Work order:
Nothing but the lines from the one containing "const there = convertBasis(25_000, from, to, conditions)" to the end of the records below should be output, each exactly as written.

-------- Excerpted data --------

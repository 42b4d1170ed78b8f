import { describe, expect, it } from 'vitest'
import {
  BASES,
  airDriedFromDry,
  asReceivedFromDry,
  convertBasis,
  dryAshFreeFromDry,
  dryFromAirDried,
  type BasisConditions,
} from '../../../shared/domain/results/bases'

const BTU_PER_LB_J_PER_G = 2.326 // NIST SP 811, Appendix B

// A published US mid-volatile coking-coal analysis (laboratory report of March 2011, reproduced as
// "US Coking Coal Specifications" on studymode.com), as received and dry. Its two columns were produced
// independently of this code, so they check the ASTM D3180 factor (100 − M_ar)/100 to the report's rounding.
const report = {
  moistureAr: 7.28,
  asReceived: { volatile: 25.45, ash: 8.78, fixedCarbon: 58.49, grossBtuPerLb: 13_053 },
  dry: { volatile: 27.45, ash: 9.47, fixedCarbon: 63.08, grossBtuPerLb: 14_078 },
}

describe('basis conversion against a published coal analysis (ASTM D3180; ISO 1170)', () => {
  const c: BasisConditions = { moistureAr: report.moistureAr }

  it('as received → dry reproduces the report’s dry column to its last digit', () => {
    expect(convertBasis(report.asReceived.ash, 'as-received', 'dry', c)).toBeCloseTo(report.dry.ash, 2)
    expect(convertBasis(report.asReceived.volatile, 'as-received', 'dry', c)).toBeCloseTo(report.dry.volatile, 2)
    expect(convertBasis(report.asReceived.fixedCarbon, 'as-received', 'dry', c)).toBeCloseTo(report.dry.fixedCarbon, 2)
    expect(convertBasis(report.asReceived.grossBtuPerLb, 'as-received', 'dry', c)).toBeCloseTo(report.dry.grossBtuPerLb, 0)
  })

  it('dry → as received, in J/g too (1 Btu/lb = 2.326 J/g)', () => {
    const dryJPerG = report.dry.grossBtuPerLb * BTU_PER_LB_J_PER_G
    const arJPerG = convertBasis(dryJPerG, 'dry', 'as-received', c)
    expect(arJPerG / BTU_PER_LB_J_PER_G).toBeCloseTo(report.asReceived.grossBtuPerLb, 0)
  })

  it('dry ash-free volatile matter and fixed carbon add to 100 % (proximate closure, ASTM D3172)', () => {
    const ashDry = { ashDry: report.dry.ash }
    const vmDaf = convertBasis(report.dry.volatile, 'dry', 'dry-ash-free', ashDry)
    const fcDaf = convertBasis(report.dry.fixedCarbon, 'dry', 'dry-ash-free', ashDry)
    expect(vmDaf + fcDaf).toBeCloseTo(100, 2)
  })
})

describe('basis formulas (ASTM D3180; ISO 1170)', () => {
  // Arbitrary analysis figures; every expectation is the standard's formula worked by hand beside it.
  const conditions: BasisConditions = { moistureAd: 2.0, moistureAr: 10.0, ashDry: 12.0 }

  it('dry = ad·100/(100 − M_ad) and back', () => {
    expect(dryFromAirDried(24_500, 2)).toBeCloseTo((24_500 * 100) / 98, 9) // 25 000.000
    expect(airDriedFromDry(25_000, 2)).toBeCloseTo(24_500, 9)
  })

  it('ar = dry·(100 − M_ar)/100; daf = dry·100/(100 − A_d)', () => {
    expect(asReceivedFromDry(25_000, 10)).toBeCloseTo(22_500, 9)
    expect(dryAshFreeFromDry(25_000, 12)).toBeCloseTo((25_000 * 100) / 88, 9) // 28 409.091
  })

  it('air-dried → as-received is (100 − M_ar)/(100 − M_ad) (ASTM D3180 table of factors)', () => {
    expect(convertBasis(24_500, 'air-dried', 'as-received', conditions)).toBeCloseTo((24_500 * 90) / 98, 9)
  })

  it('air-dried → dry ash-free is 100/(100 − M_ad) × 100/(100 − A_d)', () => {
    expect(convertBasis(24_500, 'air-dried', 'dry-ash-free', conditions)).toBeCloseTo(((24_500 * 100) / 98) * (100 / 88), 9)
  })

  it('every pair of bases round-trips', () => {
    for (const from of BASES) {
      for (const to of BASES) {
        const there = convertBasis(25_000, from, to, conditions)
        expect(convertBasis(there, to, from, conditions)).toBeCloseTo(25_000, 8)
      }
    }
  })

  it('names the figure that is missing or impossible', () => {
    expect(() => convertBasis(25_000, 'dry', 'as-received', {})).toThrow('moistureAr is needed to convert to as-received')
    expect(() => convertBasis(25_000, 'dry', 'dry-ash-free', { ashDry: 100 })).toThrow(RangeError)
    expect(convertBasis(25_000, 'dry', 'dry', {})).toBe(25_000)
  })
})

--------

Result of the exercise:
        const there = convertBasis(25_000, from, to, conditions)
        expect(convertBasis(there, to, from, conditions)).toBeCloseTo(25_000, 8)
      }
    }
  })

  it('names the figure that is missing or impossible', () => {
    expect(() => convertBasis(25_000, 'dry', 'as-received', {})).toThrow('moistureAr is needed to convert to as-received')
    expect(() => convertBasis(25_000, 'dry', 'dry-ash-free', { ashDry: 100 })).toThrow(RangeError)
    expect(convertBasis(25_000, 'dry', 'dry', {})).toBe(25_000)
  })
})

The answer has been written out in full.